- Origin: Seattle
- Genres: Jazz, Blues
- Occupation: Musician
- Instrument: Guitar
- Years active: 1970s - present
- Labels: Nastymix Records, Nastymix Jazz, Miramar Productions, Michael Powers Music
- Formerly of: The John Holte Swing Band

= Michael Powers (jazz guitarist) =

Michael Powers is a Seattle-based jazz guitarist who also plays blues. He has achieved national recognition. He has been active from the 1970s. He had chart success with his Perpetual Motion and Frosty the Bluesman albums.

==Background==
Michael Powers is a graduate of Seattle's Cornish College of the Arts. During his career, Powers has either recorded with or shared billing with artists such as Herbie Hancock, Ray Charles, Gladys Knight, and Sir Mix-a-Lot. By 1996, he had released three albums, Perpetual Motion, First Time Out and Frosty the Blues Man.

In addition to his music, Powers is an avid walker. According to an article "If you want to get to know Seattle, walk through it" in the Seattle Times by Nichole Tsong, it was the death of comedian Bernie Mac and him not taking time out from the schedule that made him change his ways. Powers used to play 300 gigs per year before he slowed down as well as took up walking.

==Career==
===1990s===
His 1991 Perpetual Motion album along with Rio by Dennis Springer and Bruce Purse by Bruce Purse was reviewed in the September 13 issue of The Gavin Report. Powers was described as a searing guitarist in the Earl Klugh mode. The tracks that were singled out were "Mica", "Midnight in Morocco" and "Perpetual Motion". Also in the same issue, it was shown that his album had moved up from 34 to 31 on the Adult Alternative chart and had moved up from 29 to 27 on the Commercial Adult Alternative chart.

Powers played on the Mack Daddy album by Sir Mix-a-Lot which was released in 1992.

Backed by Jack Toker on drums and Clipper Anderson on bass, Powers was booked to appear at the Met on Thursday, April 11, at 8 p.m.

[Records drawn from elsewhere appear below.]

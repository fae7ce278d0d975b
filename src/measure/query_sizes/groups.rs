//! The groups a GROUP BY or DISTINCT keeps (see the module above).

use super::joins::resolve;
use crate::plan::{ColumnPlan, TablePlan};
use crate::results::schema::RangePlan;
use crate::spec::model::ColumnKind;
use sqlparser::ast::{BinaryOperator, Expr, GroupByExpr, Query, Select, SelectItem, SetExpr, Value, Visitor};
use std::collections::HashMap;
use std::ops::ControlFlow;

/// The most groups any GROUP BY or DISTINCT of `query` keeps over `tables` (shaped for the
/// point) at `rows` rows of the swept size; None when the query does not hash its rows (or
/// does not parse: polars reports that).
pub fn groups_bound(query: &str, tables: &[TablePlan], rows: u64) -> Option<f64> {
    let ceiling = tables.iter().map(|t| t.rows.at(rows)).max().unwrap_or(rows).max(1) as f64;
    let mut v = Groups { tables, rows, ceiling, most: None };
    crate::spec::sql_rules::visit_statements(query, &mut v)?;
    v.most.map(|g| g.clamp(1.0, ceiling))
}

struct Groups<'a> {
    tables: &'a [TablePlan],
    rows: u64,
    ceiling: f64,
    most: Option<f64>,
}

impl Visitor for Groups<'_> {
    type Break = ();
    fn pre_visit_query(&mut self, q: &Query) -> ControlFlow<()> {
        if let Some(g) = self.in_set(&q.body) {
            self.most = Some(self.most.map_or(g, |m| m.max(g)));
        }
        ControlFlow::Continue(())
    }
}

impl Groups<'_> {
    /// Groups the set expression hashes itself (its subqueries are visited on their own).
    fn in_set(&self, s: &SetExpr) -> Option<f64> {
        match s {
            SetExpr::Select(sel) => self.in_select(sel),
            SetExpr::SetOperation { left, right, set_quantifier, .. } => {
                let own = (!matches!(set_quantifier, sqlparser::ast::SetQuantifier::All)).then_some(self.ceiling);
                [own, self.in_set(left), self.in_set(right)].into_iter().flatten().reduce(f64::max)
            }
            SetExpr::Query(q) => self.in_set(&q.body),
            _ => None,
        }
    }

    fn in_select(&self, sel: &Select) -> Option<f64> {
        let scope = Scope::of(sel, self.tables);
        let keys: Vec<&Expr> = match &sel.group_by {
            GroupByExpr::Expressions(v, _) if !v.is_empty() => v.iter().collect(),
            // GROUP BY ALL: the projection's expressions that are not aggregates; all of them
            // is an upper bound.
            GroupByExpr::All(_) => match projected(sel) {
                Some(v) => v,
                None => return Some(self.ceiling),
            },
            _ if sel.distinct.is_some() => match projected(sel) {
                Some(v) => v,
                None => return Some(self.ceiling),
            },
            _ => return None,
        };
        let groups = |e: &Expr| match number(e) {
            // GROUP BY 2: the projection's second expression.
            Some(k) if k >= 1.0 && k.fract() == 0.0 => match sel.projection.get(k as usize - 1) {
                Some(SelectItem::UnnamedExpr(x) | SelectItem::ExprWithAlias { expr: x, .. }) => self.expr_groups(x, &scope, sel, 0),
                _ => self.ceiling,
            },
            _ => self.expr_groups(e, &scope, sel, 0),
        };
        Some(keys.iter().map(|e| groups(e)).product::<f64>().min(self.ceiling))
    }

    /// Distinct values `e` can take in the select's scope (at most the ceiling).
    fn expr_groups(&self, e: &Expr, scope: &Scope, sel: &Select, depth: usize) -> f64 {
        let column = |table: Option<&str>, name: &str| -> Option<f64> {
            let found = scope.column(table, name)?;
            Some(distinct_values(found.1, found.0, self.tables, self.rows))
        };
        let groups = match e {
            Expr::Value(_) => 1.0,
            Expr::Nested(inner) => self.expr_groups(inner, scope, sel, depth),
            Expr::BinaryOp { left, op: BinaryOperator::Modulo, right } => match number(right) {
                Some(k) if k >= 1.0 => k.min(self.expr_groups(left, scope, sel, depth)),
                _ => self.named_columns(e, scope, sel, depth),
            },
            Expr::Identifier(i) => column(None, &i.value)
                // GROUP BY an output name (polars allows it): that output's expression.
                .or_else(|| (depth < 4).then(|| alias_expr(sel, &i.value)).flatten().map(|x| self.expr_groups(x, scope, sel, depth + 1)))
                .unwrap_or(self.ceiling),
            Expr::CompoundIdentifier(parts) if parts.len() >= 2 => {
                let (q, c) = (&parts[parts.len() - 2].value, &parts[parts.len() - 1].value);
                column(Some(q), c).unwrap_or(self.ceiling)
            }
            _ => self.named_columns(e, scope, sel, depth),
        };
        groups.clamp(1.0, self.ceiling)
    }

    /// The product of the distinct values of every column named inside `e` (a function of
    /// them takes no more values than their combinations).
    fn named_columns(&self, e: &Expr, scope: &Scope, sel: &Select, depth: usize) -> f64 {
        let mut product = 1.0_f64;
        let _ = sqlparser::ast::visit_expressions(e, |x| {
            if matches!(x, Expr::Identifier(_) | Expr::CompoundIdentifier(_)) && !std::ptr::eq(x, e) {
                product = (product * self.expr_groups(x, scope, sel, depth)).min(self.ceiling);
            }
            ControlFlow::<()>::Continue(())
        });
        product
    }
}

/// The projection's expressions (None when it has a wildcard: unknown columns).
fn projected(sel: &Select) -> Option<Vec<&Expr>> {
    sel.projection
        .iter()
        .map(|item| match item {
            SelectItem::UnnamedExpr(e) | SelectItem::ExprWithAlias { expr: e, .. } => Some(e),
            _ => None,
        })
        .collect()
}

/// The expression a projection names `alias`.
fn alias_expr<'s>(sel: &'s Select, alias: &str) -> Option<&'s Expr> {
    sel.projection.iter().find_map(|item| match item {
        SelectItem::ExprWithAlias { expr, alias: a } if a.value.eq_ignore_ascii_case(alias) => Some(expr),
        _ => None,
    })
}

/// A whole-number literal's value.
fn number(e: &Expr) -> Option<f64> {
    match e {
        Expr::Value(v) => match &v.value {
            Value::Number(n, _) => n.parse::<f64>().ok().map(f64::abs),
            _ => None,
        },
        Expr::Nested(inner) => number(inner),
        _ => None,
    }
}

/// The workload tables a select reads, by the name or alias it gives them.
struct Scope<'a> {
    named: HashMap<String, &'a TablePlan>,
    read: Vec<&'a TablePlan>,
}

impl<'a> Scope<'a> {
    fn of(sel: &Select, tables: &'a [TablePlan]) -> Self {
        let mut named = HashMap::new();
        let mut read = Vec::new();
        let factors = sel.from.iter().flat_map(|f| std::iter::once(&f.relation).chain(f.joins.iter().map(|j| &j.relation)));
        for j in factors.filter_map(|f| resolve(f, tables)) {
            for n in j.names {
                named.insert(n, j.table);
            }
            read.push(j.table);
        }
        Scope { named, read }
    }

    /// The table and plan of column `name`: of table or alias `table` when qualified, else of
    /// the first table read that has it (SQL refuses a name two tables share).
    fn column(&self, table: Option<&str>, name: &str) -> Option<(&'a TablePlan, &'a ColumnPlan)> {
        let find = |t: &'a TablePlan| t.columns.iter().find(|c| c.name.eq_ignore_ascii_case(name)).map(|c| (t, c));
        match table {
            Some(q) => self.named.get(&q.to_lowercase()).and_then(|t| find(t)),
            None => self.read.iter().find_map(|t| find(t)),
        }
    }
}

/// Distinct values column `c` of table `t` takes at `rows` rows of the swept size: its
/// `distinct` count, its value range or the keys it references, at most the table's rows;
/// plus one for nulls.
pub fn distinct_values(c: &ColumnPlan, t: &TablePlan, tables: &[TablePlan], rows: u64) -> f64 {
    let own = t.rows.at(rows).max(1) as f64;
    let referenced = c.references.as_deref().and_then(|r| {
        let (table, _) = r.split_once('.')?;
        let keys = tables.iter().find(|x| x.name == table)?.rows.at(rows).max(1) as f64;
        let drawn = (c.coverage * keys).ceil().clamp(1.0, keys);
        Some(drawn + if c.unmatched > 0.0 { (c.unmatched * own).ceil().min(keys) } else { 0.0 })
    });
    let span = |a: f64, b: f64| (b - a).abs() + 1.0;
    let values = match (referenced, c.distinct, c.kind, c.range) {
        (Some(k), _, _, _) => k,
        (None, Some(d), _, _) => d as f64,
        (None, None, ColumnKind::Bool, _) => 2.0,
        (None, None, ColumnKind::Int, RangePlan::Int(a, b)) => span(a as f64, b as f64),
        (None, None, ColumnKind::Date, RangePlan::Date(a, b)) => span(a as f64, b as f64),
        _ => own,
    };
    values.min(own) + if c.nulls > 0.0 { 1.0 } else { 0.0 }
}

#[cfg(test)]
mod tests {
    use super::super::fixtures::shed;
    use super::*;

    fn bound(q: &str, rows: u64) -> Option<f64> {
        groups_bound(q, &shed(), rows)
    }

    #[test]
    fn groups_follow_the_columns_plans() {
        let n = 2_000_000;
        // A referencing column: the referenced table's keys.
        let statement = "SELECT d.variety_id, SUM(d.grams * p.cents_per_kg) FROM deliveries AS d \
                         JOIN prices AS p ON d.variety_id = p.variety_id GROUP BY d.variety_id";
        assert_eq!(bound(statement, n), Some(14.0));
        // A unique key: every row.
        assert_eq!(bound("SELECT delivery_id, SUM(grams) FROM deliveries GROUP BY delivery_id", n), Some(n as f64));
        // A declared distinct count, plus one for nulls; a flag; their combinations.
        assert_eq!(bound("SELECT crew, COUNT(*) FROM deliveries GROUP BY crew", n), Some(7.0));
        assert_eq!(bound("SELECT crew, ripe, COUNT(*) FROM deliveries GROUP BY crew, ripe", n), Some(14.0));
        // A value range, at most the rows; a remainder by a constant.
        assert_eq!(bound("SELECT grams, COUNT(*) FROM deliveries GROUP BY grams", 1000), Some(1000.0));
        assert_eq!(bound("SELECT grams, COUNT(*) FROM deliveries GROUP BY grams", n), Some(949_501.0));
        assert_eq!(bound("SELECT grams % 7 AS g, SUM(grams) FROM deliveries GROUP BY grams % 7", n), Some(7.0));
        // An output name (polars allows it), and DISTINCT over the projection.
        assert_eq!(bound("SELECT grams % 7 AS g, SUM(grams) FROM deliveries GROUP BY g", n), Some(7.0));
        assert_eq!(bound("SELECT DISTINCT crew, ripe FROM deliveries", n), Some(14.0));
        // By position: the projection's expressions, not the constants 1 and 2.
        assert_eq!(bound("SELECT delivery_id, crew, COUNT(*) FROM deliveries GROUP BY 1, 2", n), Some(n as f64));
        assert_eq!(bound("SELECT crew, ripe, COUNT(*) FROM deliveries GROUP BY 2", n), Some(2.0));
        // The largest over subqueries.
        let nested = "SELECT crew, MAX(total) FROM (SELECT crew, delivery_id, SUM(grams) AS total FROM deliveries \
                      GROUP BY crew, delivery_id) AS t GROUP BY crew";
        assert_eq!(bound(nested, n), Some(n as f64));
    }

    #[test]
    fn what_cannot_be_resolved_counts_every_row() {
        let n = 500_000;
        assert_eq!(bound("SELECT DISTINCT * FROM deliveries", n), Some(n as f64));
        assert_eq!(bound("SELECT crew FROM deliveries UNION SELECT crew FROM deliveries", n), Some(n as f64));
        assert_eq!(bound("SELECT mystery, COUNT(*) FROM deliveries GROUP BY mystery", n), Some(n as f64));
        // No hashing at all.
        assert_eq!(bound("SELECT * FROM deliveries ORDER BY grams", n), None);
        assert_eq!(bound("SELECT crew FROM deliveries UNION ALL SELECT crew FROM deliveries", n), None);
    }

    #[test]
    fn references_count_their_coverage_and_unmatched_keys() {
        let mut tables = shed();
        let c = &mut tables[1].columns[1];
        c.coverage = 0.5;
        c.unmatched = 0.1;
        let (t, c) = (&tables[1], &tables[1].columns[1]);
        // 7 covered keys plus unmatched values above the keys (at most as many as the keys).
        assert_eq!(distinct_values(c, t, &tables, 1_000_000), 21.0);
    }
}
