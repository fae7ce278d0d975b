//! Pictures made inline for the HTML page: the prologue and namespace dropped, plotters'
//! one-polyline-per-dash runs merged into one path (the same drawing in about a third of
//! the bytes), and the description written from the numbers set as the accessible name.

use super::html::esc;
use super::Picture;
use std::fmt::Write;

/// The same drawing in fewer bytes: runs of one-line `<polyline>` elements that differ only
/// in their points (plotters writes every dash as one) become one `<path>` of move-and-line
/// commands. Only fully opaque, unfilled runs are merged, so what is drawn is unchanged.
pub fn compact_svg(svg: &str) -> String {
    fn split(line: &str) -> Option<(&str, &str)> {
        let rest = line.trim().strip_prefix("<polyline ")?.strip_suffix("/>")?;
        let (attrs, pts) = rest.split_once(" points=\"")?;
        let pts = pts.trim_end().strip_suffix('"')?;
        (attrs.contains("fill=\"none\"") && attrs.contains("opacity=\"1\"") && !attrs.contains('<')).then_some((attrs, pts))
    }
    let mut out = String::with_capacity(svg.len() / 2);
    let mut run: Option<(String, String)> = None;
    let flush = |run: &mut Option<(String, String)>, out: &mut String| {
        if let Some((attrs, d)) = run.take() {
            let _ = writeln!(out, "<path {attrs} d=\"{d}\"/>");
        }
    };
    for line in svg.lines() {
        match split(line) {
            Some((attrs, pts)) => {
                let mut d = String::new();
                for (i, p) in pts.split_whitespace().enumerate() {
                    d.push(if i == 0 { 'M' } else { 'L' });
                    d.push_str(p);
                }
                match &mut run {
                    Some((a, acc)) if a == attrs => acc.push_str(&d),
                    _ => {
                        flush(&mut run, &mut out);
                        run = Some((attrs.to_string(), d));
                    }
                }
            }
            None => {
                flush(&mut run, &mut out);
                out.push_str(line);
                out.push('\n');
            }
        }
    }
    flush(&mut run, &mut out);
    out
}

use crate::present::DrawError;

pub(super) fn svg_inline(p: &Picture) -> Result<String, DrawError> {
    let svg = std::fs::read_to_string(&p.svg).map_err(|error| DrawError::Read { path: p.svg.clone(), error })?;
    // Inline SVG needs no namespace declaration in HTML; leaving it out keeps the page free
    // of any URL at all. The XML prologue goes too.
    let svg = match svg.find("<svg") {
        Some(i) => &svg[i..],
        None => svg.as_str(),
    }
    .replacen(" xmlns=\"http://www.w3.org/2000/svg\"", "", 1);
    // The picture carries its own `role="img"`, `<title>` and `<desc>`; the page adds the
    // description written from the numbers as its accessible name.
    let svg = compact_svg(&svg);
    let open_end = svg.find('>').unwrap_or(0);
    let role = if svg[..open_end].contains(" role=") { "" } else { " role=\"img\"" };
    Ok(svg.replacen("<svg", &format!("<svg{role} aria-label=\"{}\"", esc(&p.alt)), 1))
}

#[cfg(test)]
mod tests {
    use super::*;

    #[test]
    fn dashes_are_merged_without_changing_the_drawing() {
        let svg = "<svg>\n<polyline fill=\"none\" opacity=\"1\" stroke=\"#1F6E8C\" stroke-width=\"2\" points=\"1,2 3,4 \"/>\n<polyline fill=\"none\" opacity=\"1\" stroke=\"#1F6E8C\" stroke-width=\"2\" points=\"5,6 7,8 \"/>\n<polyline fill=\"none\" opacity=\"0.5\" stroke=\"#1F6E8C\" stroke-width=\"2\" points=\"9,9 9,10 \"/>\n</svg>";
        let c = compact_svg(svg);
        assert!(c.contains("<path fill=\"none\" opacity=\"1\" stroke=\"#1F6E8C\" stroke-width=\"2\" d=\"M1,2L3,4M5,6L7,8\"/>"), "{c}");
        // A translucent one is left alone (overlaps would darken differently).
        assert!(c.contains("opacity=\"0.5\"") && c.contains("points=\"9,9 9,10 \""), "{c}");
        assert!(roxmltree::Document::parse(&c).is_ok());
    }
}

His album Frosty the Bluesman was reviewed in the December 5, 1996 edition of the Dallas Observer. The reviewer said that the album had good music in it but it didn't illuminate the meaning of the season. The album made the Billboard Blues Albums chart. It spent a week on the chart, peaking at no. 15 on December 14, 1996.

===2000s===
Powers and Seattle jazz band Pearl Django were booked to appear at the Kent Senior Activity Center in Seattle on 25 June 2009. This was to be Powers' second appearance as he had appeared the previous year. Due to fans requesting he come back for the next event, event coordinator Helena Reynolds booked him in again.

Powers and his backup group consisting of Dave Austin on drums and Eddy Ferguson on bass were booked to give a free concert on 19 December 2010 at the Marine View Presbyterian Church in Northeast Tacoma.

Powers was booked as a main attraction for the KBAC Juneteenth Celebration and Festival on Saturday, June 17, 2017.

===2020s===
In February 2024, Powers was booked to appear at the Marshall Hall on a Monday program which was sponsored by ASUPS Student Programs.

On July 19, 2024, Powers was booked to appear at the Quarterdeck for the Des Moines Legacy Foundation 25th anniversary sponsored show.